メモリ不足の影響…メーカーは高速に乗れない小型車すら検討中?
こんなところまでAIの余波が~。
AIデータセンターがメモリ枯渇を引き起こし、世界でパソコンの値上げや品不足につながっている現状が報じられています。でも、その影響は、意外なところに出始めているみたいですよ。
自動車の販売価格が大変なことに?
このほどS&P Globalは、メモリ価格の上昇を懸念し、再び価格が落ち着くようになるまで、最低でも2年は要するとの見通しを発表しました。こうした状況を受けて、すでにパソコン以外の製品に値上げの波が押し寄せています。例えばSamsung(サムスン)は、CES 2026において、あらゆる電化製品の価格改定が予定されていることを明かしたとされていますね。
最も驚くべきは、各自動車メーカーが、新車販売価格の大幅な引き上げを予期していることでしょう。その要因としては、ADAS(先進運転支援システム)からカーナビ、車内エンターテインメントに至るまで、数々の最先端コンピューティング技術の存在が挙げられています。EV(電気自動車)やハイブリッドカーはもちろんのこと、いまや純粋なガソリン車であっても、コンピュータ制御と無縁のモデルなど製造されていないのが現実でしょうから…。
苦肉の策は高速に乗れない車?
消費者にそっぽを向かれては困るので、なんとか値上げせずに済ませたい。そう考えるメーカーも少なくはないものの、大方のアナリストらの見解は、企業努力にも限界があるというもの。ただでさえ自動車を製造するための原材料の調達価格が上昇の一途をたどっており、関税の問題も重くのしかかります。もはや今後の新車の値段は、驚異的な価格上昇すら覚悟すべきなのでしょうか?

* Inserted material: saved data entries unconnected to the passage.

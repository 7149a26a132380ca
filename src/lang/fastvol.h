/* The volume engine as a route of the language (fastvol.c). */
#ifndef PSIKAPPA_FASTVOL_H
#define PSIKAPPA_FASTVOL_H

#include "interp.h"

/* Volume integrals by the fast engine (fastvol.c). fastvol_try sets *handled
   when it recognised the integrand (the result is then NULL after an error). */
value *fastvol_try(interp *I, const node *where, slong g, slong n, const value *integrand, int *handled);
int fastvol_get(interp *I, const node *where, fmpq_t v, slong g, slong n);
void fastvol_clear(interp *I);
/* V_{g,n} by the polynomial engine when the reduction would be large
   (or route_volumes is set); *handled as for fastvol_try. */
value *fastvol_try_polynomial(interp *I, const node *where, slong g, slong n, int *handled);

#endif
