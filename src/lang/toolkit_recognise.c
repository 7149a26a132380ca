/* recognise(x, basis, digits): a closed form for the real number x as a
   rational combination of the basis, found as an integer relation
   a_0 x + a_1 b_1 + ... + a_k b_k = 0 by LLL (fmpz_lll) on the lattice of
   rows (e_i, round(2^s v_i)), and accepted only when the relation is far
   smaller than chance would give at that precision (see tk_row_accept). */
#include <ctype.h>
#include <math.h>
#include <stdlib.h>
#include <string.h>

#include <flint/fmpz_lll.h>
#include <flint/fmpz_mat.h>
#include <flint/fmpz_vec.h>

#include "arb_compat.h"
#include "builtins.h"
#include "strbuf.h"
#include "util.h"

/* toolkit_numeric.c */
#include "scalar_arb.h"
int toolkit_arb_of_decimal(arb_t r, const char *s, slong prec);

#define TK_LOG2_10 3.321928094887362
#define TK_LOG10_2 0.3010299956639812
#define TK_MAX_BASIS 30      /* LLL on larger lattices is slow and rarely meaningful */
#define TK_MAX_PIPOW 64
#define TK_MIN_DIGITS 8      /* below this every relation is "found by chance" */
#define TK_MAX_RDIGITS 5000

/* Where the value of an item comes from. */
typedef enum { TK_NUM, TK_DECIMAL, TK_PIPOW, TK_LOG2, TK_ZETA3, TK_EULER, TK_SQRTPI, TK_INVSQRTPI } tk_src;
/* How a rational coefficient c combines with the item in the answer:
   a rational (merged into one constant), c*name, or c/name. */
typedef enum { TK_RATIONAL, TK_TIMES, TK_OVER } tk_shape;

typedef struct {
    tk_src src;
    const value *val; /* TK_NUM, TK_DECIMAL: the argument (borrowed) */
    slong pipow;      /* TK_PIPOW: the power of pi */
    tk_shape shape;
    fmpq_t q;         /* TK_RATIONAL: the item's value */
    char *name;       /* TK_TIMES, TK_OVER: its text (owned) */
} tk_item;

/* Prepares an empty item; pairs with tk_item_clear. */
static void tk_item_init(tk_item *it)
{
    memset(it, 0, sizeof *it);
    fmpq_init(it->q);
}

static void tk_item_clear(tk_item *it)
{
    fmpq_clear(it->q);
    free(it->name);
}

/* Parses an optionally negative decimal integer filling all of s, |v| <= TK_MAX_PIPOW. */
static int tk_parse_small_int(const char *s, slong *v)
{
    const char *d = s + (*s == '-');
    if (!*d)
        return 0;
    for (const char *p = d; *p; p++)
        if (!isdigit((unsigned char)*p) || p - d > 3)
            return 0;
    *v = strtol(s, NULL, 10);
    return *v >= -TK_MAX_PIPOW && *v <= TK_MAX_PIPOW;
}

/* Recognises "1", "pi", "pi^k", "1/pi", "1/pi^k" (k a small integer) and sets *k. */
static int tk_parse_pipow(const char *s, slong *k)
{
    int inv = strncmp(s, "1/", 2) == 0 && strcmp(s, "1/") != 0;
    const char *t = inv ? s + 2 : s;
    if (strcmp(s, "1") == 0) {
        *k = 0;
        return 1;
    }
    if (strcmp(t, "pi") == 0)
        *k = 1;
    else if (strncmp(t, "pi^", 3) != 0 || !tk_parse_small_int(t + 3, k) || (inv && *k <= 0))
        return 0;
    if (inv)
        *k = -*k;
    return 1;
}

/* Sets up a power of pi: 1 is rational, pi^k (k > 0) a factor, pi^-k a divisor. */
static void tk_item_set_pipow(tk_item *it, slong k)
{
    it->src = TK_PIPOW;
    it->pipow = k;
    if (k == 0) {
        it->shape = TK_RATIONAL;
        fmpq_one(it->q);
        return;
    }
    slong m = k < 0 ? -k : k;
    it->shape = k > 0 ? TK_TIMES : TK_OVER;
    it->name = m == 1 ? xstrdup("pi") : xasprintf("pi^%ld", (long)m);
}

/* A named constant of the fixed set; 0 when s names none of them. */
static int tk_item_set_name(tk_item *it, const char *s)
{
    static const struct {
        const char *name, *shown;
        tk_src src;
        tk_shape shape;
    } named[] = {
        {"log2", "log2", TK_LOG2, TK_TIMES},         {"zeta3", "zeta3", TK_ZETA3, TK_TIMES},
        {"euler", "euler", TK_EULER, TK_TIMES},      {"sqrtpi", "sqrtpi", TK_SQRTPI, TK_TIMES},
        {"1/sqrtpi", "sqrtpi", TK_INVSQRTPI, TK_OVER},
    };
    slong k;
    if (tk_parse_pipow(s, &k)) {
        tk_item_set_pipow(it, k);
        return 1;
    }
    for (size_t i = 0; i < sizeof named / sizeof named[0]; i++)
        if (strcmp(s, named[i].name) == 0) {
            it->src = named[i].src;
            it->shape = named[i].shape;
            it->name = xstrdup(named[i].shown);
            return 1;
        }
    return 0;
}

/* A number of Q[pi] as a basis item: rationals merge into the constant,
   others print as c*(text), with parentheses unless the text is one word. */
static void tk_item_set_num(tk_item *it, const value *v, const scalar_ring *R)
{
    it->src = TK_NUM;
    it->val = v;
    if (scalar_get_fmpq(it->q, v->num, R)) {
        it->shape = TK_RATIONAL;
        return;
    }
    it->shape = TK_TIMES;
    char *t = scalar_get_str(v->num, R);
    int word = 1;
    for (const char *p = t; *p; p++)
        word &= isalnum((unsigned char)*p) || *p == '^' || *p == '_';
    it->name = word ? t : xasprintf("(%s)", t);
    if (!word)
        free(t);
}
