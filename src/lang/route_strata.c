/* The strata routes of int_{g,n} (integrands with boundary divisors, strata_class.h): the
   integrand is expanded into terms (product of divisors) x (psi-kappa class R); the product of
   the divisors is a sum of decorated strata by pulling back one divisor at a time with the
   excess term (src/engines/strata/sgint.c), and each stratum is integrated against R vertex by
   vertex.  The check multiplies the divisors of every term in the reverse order and integrates
   every vertex by the time shift instead of the pushforward. */
#include <stdio.h>
#include <stdlib.h>
#include <flint/fmpq.h>
#include <flint/fmpq_mpoly.h>

#include "cancel.h"
#include "class_expand.h"
#include "classes/cpoly.h"
#include "diag.h"
#include "hodge_lang.h"
#include "print.h"
#include "route.h"
#include "source.h"
#include "strata_class.h"
#include "strbuf.h"
#include "theta_lang.h"

/* About 30 table entries' worth of memory per stable graph, as for stablegraphs_{g,n}. */
#define STRATA_ROUTE_TABLE_PER_GRAPH 30.0

typedef struct {
    integral *q;
    const sg_terms *L;
    fmpq_mpoly_struct *acc;
    int rc;
    int shift;
} strata_run;

static int strata_monomial(void *data, const slong *psi, slong n, const slong *kmult, slong kmax,
                           const fmpq_mpoly_t coeff)
{
    strata_run *R = data;
    interp *I = R->q->I;
    (void)n;
    if (kmax > SG_KMAX)
        return R->rc = SG_LIMIT;
    fmpq_t x;
    fmpq_mpoly_t t;
    fmpq_init(x);
    fmpq_mpoly_init(t, I->ring.ctx);
    R->rc = R->shift ? sg_terms_integral_shift(x, I->wk, R->L, psi, kmult, (int)kmax)
                     : sg_terms_integral(x, I->wk, R->L, psi, kmult, (int)kmax);
    fmpq_mpoly_scalar_mul_fmpq(t, coeff, x, I->ring.ctx);
    fmpq_mpoly_add(R->acc, R->acc, t, I->ring.ctx);
    fmpq_clear(x);
    fmpq_mpoly_clear(t, I->ring.ctx);
    return R->rc;
}

static int strata_engine_error(integral *q, int rc)
{
    diag_error(&q->where->loc, rc == SG_CANCELLED ? "interrupted"
                               : rc == SG_NOMEM   ? "out of memory while multiplying boundary strata"
                                                  : "this product of boundary strata is beyond the stable-graph "
                                                    "engine's limits");
    return 0;
}

/* L = the strata of t (at most two: the whole space, one, or their product by the generic-graph
   rule, exchanged when reverse) as decorated strata; *used = the number of t's factors taken. */
static int strata_of_graphs(integral *q, const sc_term *t, sg_terms *L, int reverse, int *used)
{
    sgraph G[2];
    int ns = 0, rc;
    while (ns < t->nf && t->d[ns]->kind == CX_STRATUM)
        ns++;
    if (ns > 2) {
        diag_error(&q->where->loc, "a product of more than two strata stratum_{g,n,k} is not supported (a stratum "
                                   "times divisors is)");
        return 0;
    }
    for (int i = 0; i < ns; i++)
        if (!sc_stratum_graph(q->I, &G[i], q->where, q->g, q->n, t->d[i]))
            return 0;
    *used = ns;
    if (ns == 2)
        rc = reverse ? sg_terms_product_graphs(L, &G[1], &G[0], 0) : sg_terms_product_graphs(L, &G[0], &G[1], 0);
    else {
        if (ns == 0)
            sgraph_trivial(&G[0], (int)q->g, (int)q->n);
        rc = sg_terms_push_stratum(L, &G[0]);
    }
    return rc == SG_OK || strata_engine_error(q, rc);
}

/* L = the product of the factors of t as decorated strata: its strata, then its divisors one at
   a time in the sorted order or (reverse) the opposite one; 0 after reporting. */
static int strata_product(integral *q, const sc_term *t, sg_terms *L, int reverse)
{
    sg_divisor D[SC_MAX_FACTORS];
    int ns = 0, nd;
    if (!strata_of_graphs(q, t, L, reverse, &ns))
        return 0;
    nd = t->nf - ns;
    for (int i = 0; i < nd; i++)
        if (!sc_divisor_on(&D[reverse ? nd - 1 - i : i], q->where, q->g, q->n, t->d[ns + i]))
            return 0;
    int rc = SG_OK;
    for (int i = 0; rc == SG_OK && i < nd; i++) {
        sg_terms P;
        sg_terms_init(&P);
        rc = sg_terms_times_divisor(&P, L, &D[i], 0);
        sg_terms_clear(L);
        *L = P;
    }
    return rc == SG_OK || strata_engine_error(q, rc);
}

/* acc += int (divisors of t) * (t's rest); *nstrata (may be NULL) = the strata of the product. */
static int strata_term(integral *q, const sc_term *t, fmpq_mpoly_struct *acc, int second, slong *nstrata)
{
    interp *I = q->I;
    slong dim = 3 * q->g - 3 + q->n, codim = 0;
    for (int i = 0; i < t->nf; i++)
        codim += t->d[i]->kind == CX_STRATUM ? t->d[i]->index : 1;
    sg_terms L;
    sg_terms_init(&L);
    int ok = strata_product(q, t, &L, second);
    if (nstrata)
        *nstrata = L.len;
    if (ok && codim <= dim) {
        cpoly P;
        cpoly_init_degree(&P, q->g, q->n, dim - codim, I->lim.max_class_terms, I->ring.ctx);
        strata_run R = {q, &L, acc, SG_OK, second};
        ok = class_expand_reported(&P, q->where, t->rest);
        if (ok && cpoly_foreach_top(&P, strata_monomial, &R) != 0)
            ok = strata_engine_error(q, R.rc);
        cpoly_clear(&P);
    }
    sg_terms_clear(&L);
    return ok;
}

/* Refuses what the walk does not take (Theta, Hodge classes beside divisors); 1 when fine. */
static int strata_families_ok(integral *q)
{
    const value *v = q->integrand;
    if (!theta_in_value(v) && !hodge_lang_applies(v))
        return 1;
    diag_error(&q->where->loc, "boundary divisors are integrated with psi and kappa classes only, not with %s",
               theta_in_value(v) ? "Theta" : "the Hodge classes lambda_j and ch_k");
    return 0;
}

/* Every term by the pull-back product (second = 0) or by its check; NULL after reporting. */
static value *strata_walk(integral *q, int second)
{
    if (!strata_families_ok(q))
        return NULL;
    sc_terms T;
    sc_terms_init(&T);
    value *r = NULL;
    if (sc_expand_integrand(&T, q->where, q->integrand->cls, 3 * q->g - 3 + q->n)) {
        r = value_new_num(&q->I->ring);
        for (slong i = 0; r && i < T.len; i++)
            if ((cancel_flag && !strata_engine_error(q, SG_CANCELLED)) || !strata_term(q, &T.t[i], r->num, second, NULL)) {
                value_release(r);
                r = NULL;
            }
    }
    sc_terms_clear(&T);
    return r;
}

static int strata_route_applies(integral *q)
{
    return q->family == INTEGRAND_STRATA;
}

/* The engine's size limits and the estimated number of stable graphs against --max-table. */
static void strata_route_estimate(integral *q, route_cost *cost)
{
    slong g = q->g, n = q->n;
    if (n > SG_MAX_N || 3 * g - 3 + n > SG_MAX_E || 2 * g - 2 + n > SG_MAX_V) {
        snprintf(cost->msg, sizeof cost->msg, "Mbar_{%ld,%ld} is too large for the stable-graph engine (at most %d "
                 "legs, %d edges, %d vertices)", (long)g, (long)n, SG_MAX_N, SG_MAX_E, SG_MAX_V);
        cost->refusal = "the space is beyond the stable-graph engine";
        return;
    }
    double est = sg_estimate_count((int)g, (int)n), lim = q->I->lim.max_table / STRATA_ROUTE_TABLE_PER_GRAPH;
    cost->seconds = est * 1e-6;
    if (est > lim) {
        snprintf(cost->msg, sizeof cost->msg, "Mbar_{%ld,%ld} has about %.2g stable graphs (estimate), more than the "
                 "%.2g allowed (--max-table / %g); raise --max-table", (long)g, (long)n, est, lim,
                 STRATA_ROUTE_TABLE_PER_GRAPH);
        cost->refusal = "the stable-graph estimate is above --max-table";
    }
}

static value *strata_route_pullback(integral *q, route_check *check)
{
    (void)check;
    return strata_walk(q, 0);
}

static value *strata_route_reverse(integral *q, route_check *check)
{
    (void)check;   /* runs in full within the first route's estimate */
    return strata_walk(q, 1);
}

int strata_route_explain(integral *q)
{
    if (!strata_families_ok(q))
        return 0;
    interp *I = q->I;
    sc_terms T;
    sc_terms_init(&T);
    int ok = sc_expand_integrand(&T, q->where, q->integrand->cls, 3 * q->g - 3 + q->n);
    const char *line;
    const srcloc *at = &q->where->loc;
    size_t len = source_line(at->src, at->first_line, &line);
    if (at->last_line == at->first_line && (size_t)at->last_column <= len + 1)
        fprintf(I->out, "%.*s\n", at->last_column - at->first_column, line + at->first_column - 1);
    if (ok)
        fprintf(I->out, "  = %ld product%s of boundary divisors, each as decorated strata against a psi-kappa class:\n",
            (long)T.len, T.len == 1 ? "" : "s");
    for (slong i = 0; ok && i < T.len; i++) {
        value *v = value_new_num(&I->ring);
        slong nstrata = 0;
        ok = strata_term(q, &T.t[i], v->num, 0, &nstrata);
        strbuf b;
        strbuf_init(&b);
        for (int k = 0; k < T.t[i].nf; k++) {
            print_boundary(&b, T.t[i].d[k], 0);
            strbuf_putc(&b, k + 1 < T.t[i].nf ? '*' : ' ');
        }
        char *rest = print_class(T.t[i].rest, &I->ring), *val = ok ? scalar_get_str(v->num, &I->ring) : NULL;
        if (ok)
            fprintf(I->out, "    %s%s(%ld %s) times %s: %s\n", T.t[i].nf ? "" : "[no divisor] ", b.data,
                    (long)nstrata, nstrata == 1 ? "stratum" : "strata", rest, val);
        free(rest);
        free(val);
        strbuf_clear(&b);
        value_release(v);
    }
    sc_terms_clear(&T);
    return ok;
}

const route route_strata = {
    "the boundary pull-back product", strata_route_applies, strata_route_estimate, strata_route_pullback,
    &route_strata_reverse,
};

const route route_strata_reverse = {
    "the reverse-order product with time-shift vertices", strata_route_applies, strata_route_estimate,
    strata_route_reverse, NULL,
};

ところが、大手自動車メーカーのなかには、客離れを防ぐため、苦肉の策で乗り切ろうとするところも出てきています。イタリアのFiat(フィアット)のOlivier Francois CEOは、最高時速73マイル(約117km)未満まで絞った小型車製造を考え始めているんだとか! これでは高速を走れないようですけど、新車へADASを義務づけるEUの法律の適用を免れることができ、ADAS非装備にして価格を抑えられるというからくりみたいですよ。
日本国内でまともに高速すら走れない特殊な乗用車が一斉発売されるなんて流れは想像すらできません。AI需要爆発に端を発したメモリ不足の問題は、広範囲に思わぬマイナスのインパクトを引き起こしていることは間違いありませんね。いつか本当に落ち着く日がやってくるのでしょうか?